_EXERCISE BRIEF_:
Lines where the string "noFurther" appears are to be copied from the entries below.

_GIVEN ENTRIES_:
━━━━

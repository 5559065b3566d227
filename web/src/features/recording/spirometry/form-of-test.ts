import type { SpirometryTest } from '@slighthill/shared/contracts/spirometry-test';
import { toLocalInput } from '../../../lib/clinic-time';
import { emptyRow, emptySet, rowCount, type BestRow, type SpirometryForm, type TestSet } from './spirometry-form';

/** A volume as it is usually typed; a third decimal stays where there is one. */
const volume = (liters: number | null): string => {
  if (liters === null) return '';
  return Math.round(liters * 1000) % 10 === 0 ? liters.toFixed(2) : String(liters);
};

const write = (value: number | null): string => (value === null ? '' : String(value));

const bestOf = ({ fev1, fvc, pef, fef2575 }: SpirometryTest['best']): BestRow => ({
  fev1: volume(fev1),
  fvc: volume(fvc),
  pef: write(pef),
  fef2575: write(fef2575),
});

const setOf = (test: SpirometryTest): TestSet => ({
  entry: test.entry,
  rows: Array.from({ length: rowCount }, (_, index) => {
    const maneuver = test.maneuvers[index];
    if (!maneuver) return emptyRow();
    return {
      fev1: volume(maneuver.fev1),
      fvc: volume(maneuver.fvc),
      pef: write(maneuver.pef),
      fef2575: write(maneuver.fef2575),
      time: write(maneuver.forcedTimeS),
      fev1Used: maneuver.fev1Accepted,
      fvcUsed: maneuver.fvcAccepted,
      reason: maneuver.reason ?? '',
    };
  }),
  best: test.entry === 'best' ? bestOf(test.best) : emptySet().best,
});

/** The form as it would have been typed for a test in the record. */
export const formOfTest = (test: SpirometryTest, timeZone: string): SpirometryForm => {
  const after = test.bronchodilator === 'after';
  return {
    ids: { visit: test.visitId, before: test.id, after: test.id },
    performedAt: toLocalInput(test.performedAt, timeZone),
    heightCm: write(test.heightCm),
    heightMethod: test.heightMethod,
    weightKg: write(test.weightKg),
    state: test.bronchodilator,
    drug: test.drug ?? '',
    doseMcg: write(test.doseMcg),
    minutesSinceDose: write(test.minutesSinceDose),
    ownHoursAgo: write(test.ownBronchodilatorHoursAgo),
    before: after ? emptySet() : setOf(test),
    after: after ? setOf(test) : emptySet(),
    withFef: test.maneuvers.some((maneuver) => maneuver.fef2575 !== null),
    note: test.note ?? '',
    answered: [],
    amendReason: '',
  };
};
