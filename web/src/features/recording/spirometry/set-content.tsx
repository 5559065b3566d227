import { useFormContext } from 'react-hook-form';
import { Checkbox } from '../../../ui/checkbox';
import type { FormQuestion } from '../forms/form-question';
import { BestValuesFields } from './best-values-fields';
import { ManeuverGrid } from './maneuver-grid';
import type { SetName, SpirometryForm } from './spirometry-form';

interface SetContentProps {
  set: SetName;
  title: string;
  values: SpirometryForm;
  questions: readonly FormQuestion[];
}

/** Eight numbered rows, or the four best values of a report. */
export const SetContent = ({ set, title, values, questions }: SetContentProps) => {
  const { register } = useFormContext<SpirometryForm>();
  if (values[set].entry === 'best') return <BestValuesFields set={set} questions={questions} />;
  return (
    <div>
      <ManeuverGrid set={set} title={title} values={values} questions={questions} />
      <Checkbox {...register('withFef')} label="FEF25-75 column" className="mt-1 text-note" />
    </div>
  );
};
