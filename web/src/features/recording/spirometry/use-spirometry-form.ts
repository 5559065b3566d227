import { useCallback, useState } from 'react';
import { useClinicZone } from '../../../lib/session';
import type { FormIssue } from '../forms/form-issues';
import { useRecordForm, type RecordFormState } from '../forms/use-record-form';
import type { SetName, SpirometryForm } from './spirometry-form';
import { setOfField, spirometryQuestions, type SpirometryEarlier } from './spirometry-questions';
import { checkSpirometry } from './spirometry-request';
import { setsOf } from './test-sets';

export interface SpirometryFormState extends RecordFormState<SpirometryForm> {
  tab: SetName;
  setTab: (set: SetName) => void;
  check: (form: SpirometryForm) => readonly FormIssue[];
}

/** The form and which of its two sets is in front; `further` adds what an amended test needs. */
export const useSpirometryForm = (
  start: SpirometryForm,
  earlier: SpirometryEarlier,
  further: (form: SpirometryForm) => readonly FormIssue[] = noFurther,
): SpirometryFormState => {
  const timeZone = useClinicZone();
  const [chosen, setTab] = useState<SetName>('before');
  const check = useCallback(
    (form: SpirometryForm) => [...further(form), ...checkSpirometry(form, timeZone).issues],
    [timeZone, further],
  );
  const reveal = useCallback((field: string) => {
    const set = setOfField(field);
    if (set) setTab(set);
  }, []);
  const state = useRecordForm({ start, check, ask: (form) => spirometryQuestions(form, earlier), reveal });
  const shown = setsOf(state.values.state);
  return { ...state, tab: shown.includes(chosen) ? chosen : shown[0]!, setTab, check };
};

const noFurther = (): readonly FormIssue[] => [];
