import { edgesOf, formatNumber, type BandEdge } from '@slighthill/shared/format';

/** Limits of the FEV1 bands, for display only: rules GR-3 (Pellegrino 2005), GR-7 (GOLD) and GR-4 (Stanojevic 2022). */
const limits: Readonly<Record<string, readonly number[]>> = {
  'ats-ers-2005': [35, 50, 60, 70],
  gold: [30, 50, 80],
  'ers-ats-2021': [-4, -2.5, -1.645],
};

/** Edges that rounding of a percent predicted must not cross (rule 0.4). */
export const fev1PercentEdges = (rule: string): readonly BandEdge[] =>
  rule === 'ers-ats-2021' ? [] : edgesOf((limits[rule] ?? []).map((to) => ({ from: null, to })));

const words = (limit: number): string => formatNumber(limit, Number.isInteger(limit) ? 0 : limit === -1.645 ? 3 : 1);

/** The limits of the band a value lies in, in words: "60 to under 70", "70 or more", "under 35". */
export const bandLimitWords = (rule: string, value: number): string | null => {
  const edges = limits[rule];
  if (!edges) return null;
  const from = edges.filter((edge) => edge <= value).at(-1);
  const to = edges.find((edge) => edge > value);
  if (from === undefined) return `under ${words(to ?? value)}`;
  return to === undefined ? `${words(from)} or more` : `${words(from)} to under ${words(to)}`;
};
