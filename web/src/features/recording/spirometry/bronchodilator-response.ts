import { snap } from '@slighthill/shared/format';

/** Above this share of the predicted value a change is a response (rule GR-10; Stanojevic 2022, ERJ 60:2101499). */
const responsePercent = 10;

export interface BronchodilatorResponse {
  /** Change in percent of the predicted value. */
  percent: number;
  isResponse: boolean;
}

/** Rule GR-10: change after bronchodilator in percent of predicted; more than 10 is a response, 10 itself is not. */
export const bronchodilatorResponse = (
  before: number | null,
  after: number | null,
  predicted: number | null,
): BronchodilatorResponse | null => {
  if (before === null || after === null || predicted === null || predicted <= 0) return null;
  const percent = snap((100 * (after - before)) / predicted);
  return { percent, isResponse: percent > responsePercent };
};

━━━━

_PROBLEM SOLUTION_:
  further: (form: SpirometryForm) => readonly FormIssue[] = noFurther,
const noFurther = (): readonly FormIssue[] => [];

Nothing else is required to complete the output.